◆ **WHAT NEEDS TO BE DONE**
Below are lines of data; restate word for word those running from the line containing "that the anti-blaze facet neither overhangs nor vanishes" to the line containing "of 1 − z/d.", inclusive, and no others.

[Collected data entries]
########

/**
 * Sawtooth (blazed) profile. The blaze facet rises from x = 0 at the blaze angle θB to the apex;
 * the anti-blaze facet falls back to the base and closes the period. With the apex angle γ
 * between the facets, the anti-blaze facet makes β = 180° − γ − θB with the grating plane, and
 * the horizontal extents d·cot θB + d·cot β add up to the period, so the depth follows:
 *
 *   d = Λ / (cot θB + cot β),  β = 180° − γ − θB        (geometry)
 *
 * For the usual right-angle blaze (γ = 90°, β = 90° − θB): d = Λ·sin θB·cos θB. For a vertical
 * anti-blaze facet (γ = 90° − θB, β = 90°): d = Λ·tan θB. The facet rising with x faces light
 * incident at positive θ, so the blaze favours reflected order −1 there (first-order Littrow
 * blaze wavelength λB = 2Λ·sin θB, common practice).
 */
import { polylineProfile } from './fromSurface.ts';
import type { ProfileResult, SlicedProfileParams } from './types.ts';
import { angleIn, common, fail, num, record } from './validate.ts';

export interface SawtoothParams extends SlicedProfileParams {
  /** blaze angle θB of the rising facet from the grating plane (degrees), in (0°, 90°) */
  readonly blazeDeg: number;
  /**
   * apex angle γ between the two facets (degrees), default 90 (right-angle blaze); must lie in
   * [90° − θB, 180° − θB) so that the anti-blaze facet neither overhangs nor vanishes
   */
  readonly apexDeg?: number;
}

const DEG = Math.PI / 180;

/**
 * Sliced sawtooth. The depth follows from the period, θB and the apex angle (see the module
 * comment) and is reported in `depthUm` and `notes`. At height z the ridge spans
 * [z·cot θB, Λ − z·cot β], a fill of 1 − z/d.
 * @param p period (µm), blaze and apex angles (degrees), materials, slices and strategy
 * @returns the slices (top first), the number used, the derived depth (µm) and notes
 * @throws {StructureError} on an angle out of range, a non-positive period, a bad slice count
 * @example
 * const g = sawtooth({ periodUm: 1, blazeDeg: 30, ridgeMaterial: 'Al', grooveMaterial: 'air', slices: 20 });
 * g.depthUm; // → 0.4330 = 1·sin 30°·cos 30°
 */
export function sawtooth(p: SawtoothParams): ProfileResult {
  const r = record('sawtooth', p);
  const c = common('sawtooth', r);
  const blaze = angleIn('sawtooth.blazeDeg', r.blazeDeg, 0, 90);
  const apex = r.apexDeg === undefined ? 90 : r.apexDeg;
  if (typeof apex !== 'number' || !Number.isFinite(apex) || !(apex >= 90 - blaze && apex < 180 - blaze)) {
    fail(
      'sawtooth.apexDeg',
      `an angle in [90° − blazeDeg, 180° − blazeDeg) = [${num(90 - blaze)}°, ${num(180 - blaze)}°) so the anti-blaze facet neither overhangs nor vanishes`,
      apex,
    );
  }
  const beta = 180 - apex - blaze;
  const cotB = 1 / Math.tan(blaze * DEG);
  const cotA = beta === 90 ? 0 : 1 / Math.tan(beta * DEG);
  const d = c.periodUm / (cotB + cotA);
  const apexX = d * cotB;
  return polylineProfile(
    c,
    [
      [0, 0],
      [apexX, d],
      [c.periodUm, 0],
    ],
    [
      `sawtooth depth ${num(d)} µm = Λ/(cot θB + cot β) with Λ = ${num(c.periodUm)} µm, θB = ${num(blaze)}°, apex ${num(apex)}°, anti-blaze facet β = ${num(beta)}°`,
      `apex at x = ${num(apexX / c.periodUm)} of the period; first-order Littrow blaze wavelength 2Λ·sin θB = ${num(2 * c.periodUm * Math.sin(blaze * DEG))} µm`,
    ],
  );
}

########

◆ **TASK RESPONSE**
   * [90° − θB, 180° − θB) so that the anti-blaze facet neither overhangs nor vanishes
   */
  readonly apexDeg?: number;
}

const DEG = Math.PI / 180;

/**
 * Sliced sawtooth. The depth follows from the period, θB and the apex angle (see the module
 * comment) and is reported in `depthUm` and `notes`. At height z the ridge spans
 * [z·cot θB, Λ − z·cot β], a fill of 1 − z/d.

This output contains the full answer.